Vanity publishing was always a mug’s game. Now, sending off endless enquiries and packages to agents and publishers – and waiting, waiting, waiting, and waiting again – is a mug’s game.
LikeLike
Hi David
Happy to publish your comment to redress some of the very negative stuff going around at the moment re self-publishing (and I apologise for momentarily confusing it in the last post with vanity publishing which I know is something different). I also congratulate you on your success, esp with YWO – no mean feat! I have no problems with self-publishing or with anyone who succeeds at it. I have considered it myself (have also had some writing successes of my own) and will continue to do so. But your comment aslo shows the commitment to sellng and marketing needed by the author which I don’t think always comes across in the way POD services are advertised. I also felt that th ecurrent 5000 deal on YWO was insufficently explained in the first instance. And it was never advertised to me (a current member) but used, I think, to bring in new blood without encouraging them to work their way up through the gruelling review process.

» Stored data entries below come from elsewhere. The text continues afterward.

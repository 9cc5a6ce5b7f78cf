"""Figures and the HTML report: one call per ``fluxledger plot …`` / ``report`` command.

Each call checks its inputs first (output suffix and folder, units, which source of data), then
reads what it needs, fits with :mod:`registry.kinetics`, draws with :mod:`registry.reports`
(matplotlib's object API on the Agg canvas, never pyplot), writes the file and returns a record
of what was drawn: the path, the fitted numbers in canonical units, notes and cautions.
Quantities are given as floats in canonical units (K, kJ/mol, Hz, MHz, Δν in ppm) or as texts
in any usual notation (``'15.2 ± 0.2 kcal/mol'``, ``'25 °C'``); only texts need the unit
registry, so a plot of stored data in kJ/mol never builds it.

Nothing here writes to the registry. Tables for papers are written by
:func:`registry.reports.table_file.export_table` (through ``export_measurements``).

A flagged measurement (an error finding nobody accepted) is marked wherever it is drawn: its
Eyring plot and Tc points say so, and the overview leaves its ΔG‡ out unless
``include_flagged`` (then it is drawn as a cross).
"""

from __future__ import annotations

from collections.abc import Mapping, Sequence
from dataclasses import dataclass
from pathlib import Path
from typing import TYPE_CHECKING, Any

from registry.api.figure_inputs import RatePointInput, barrier_and_shift, number, read_points
from registry.errors import UsageError

if TYPE_CHECKING:
    from registry.reports.gather import BarrierGroups, RateSeries
    from registry.reports.plots import EyringSummary
    from registry.reports.site import ReportResult
    from registry.storage.database import Database


def _as_dict(record: Any) -> dict[str, Any]:
    return {k: getattr(record, k) for k in record.__dataclass_fields__}


# ---------------------------------------------------------------- Eyring


@dataclass(frozen=True)
class EyringPlot:
    """What :func:`plot_eyring` drew: the file, where the points came from, the fit's numbers
    (:class:`registry.reports.plots.EyringSummary`, canonical units) and the lines written on
    the figure (in ``energy_unit``)."""

    file: str
    source: str
    title: str
    energy_unit: str
    summary: EyringSummary
    lines: tuple[str, ...]
    #: the measurement's open error findings, (finding id, rule id): it is flagged if any
    open_errors: tuple[tuple[int, str], ...] = ()

    @property
    def flagged(self) -> bool:
        return bool(self.open_errors)

    @property
    def notes(self) -> tuple[str, ...]:
        """The fit's warnings (few points, narrow range, extrapolated ΔG‡ …), and whether the
        measurement is flagged."""
        return self.summary.warnings + _flag_notes(self.source, self.open_errors)

    def as_dict(self) -> dict[str, Any]:
        head = {k: getattr(self, k) for k in ("file", "source", "title", "energy_unit")}
        return {
            **head,
            **self.summary.as_dict(),
            "lines": list(self.lines),
            "flagged": self.flagged,
            "open_errors": [{"finding": f, "rule": r} for f, r in self.open_errors],
        }


def _flag_notes(what: str, open_errors: Sequence[tuple[int, str]]) -> tuple[str, ...]:
    if not open_errors:
        return ()
    named = ", ".join(f"finding {f} [{r}]" for f, r in open_errors)
    return (f"{what} is flagged: error {named} is open (not resolved, not accepted)",)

But congrats on your undeniable success, and best of luck with the book!
LikeLike
Ali B – thanks for your reply. I have to add quickly that I won’t consider my book a success until I know a few hundred perfect strangers have bought it and have some indication that a few enjoyed it! Until then, I’ve still failed – i.e. I haven’t found a readership. But The Ghost of Neil Diamond has only been out 5 weeks. It’s early days. I am going to publish my next – The Ghost of Someone Else – with the other 4,999 youwriteon titles, and have just paid for the worldwide distribution service. The simple truth is that, before anything can happen, the book must exist.
http://www.whattradition.net
LikeLike
It’s very interesting to read YWO’s attempts to justify this particular scheme, but I’m still unhappy with the terms of the contract, and would still advise anyone against submitting their work. I’ve blogged about it three times, and am in an ongoing discussion about it on a writers’ board, and have yet to be convinced otherwise.
Thanks for sending me the link to this, Ali.
LikeLike
Hi Jane – have decided to leave YWO and all who sail in her to stew (in a mixed metaphor) for the time being.
Did you try my links suggestion – any joy?
AliB
LikeLike
Ali, I’ve not had a chance to try to sort those links out yet, but will soon: they infuriate me!
Have you looked at Zoetrope, or Absolute Write? They both have areas for critique and discussion, and the work and comments are usually of quite a high standard.
LikeLike
Hi Jane
Thanks for the suggestions. I’m lucky enough to be in a ‘real live’ writers’ group (Bristol Women Writers) which is my main source of critical feedback, but sometimes it’s good to try a new audience!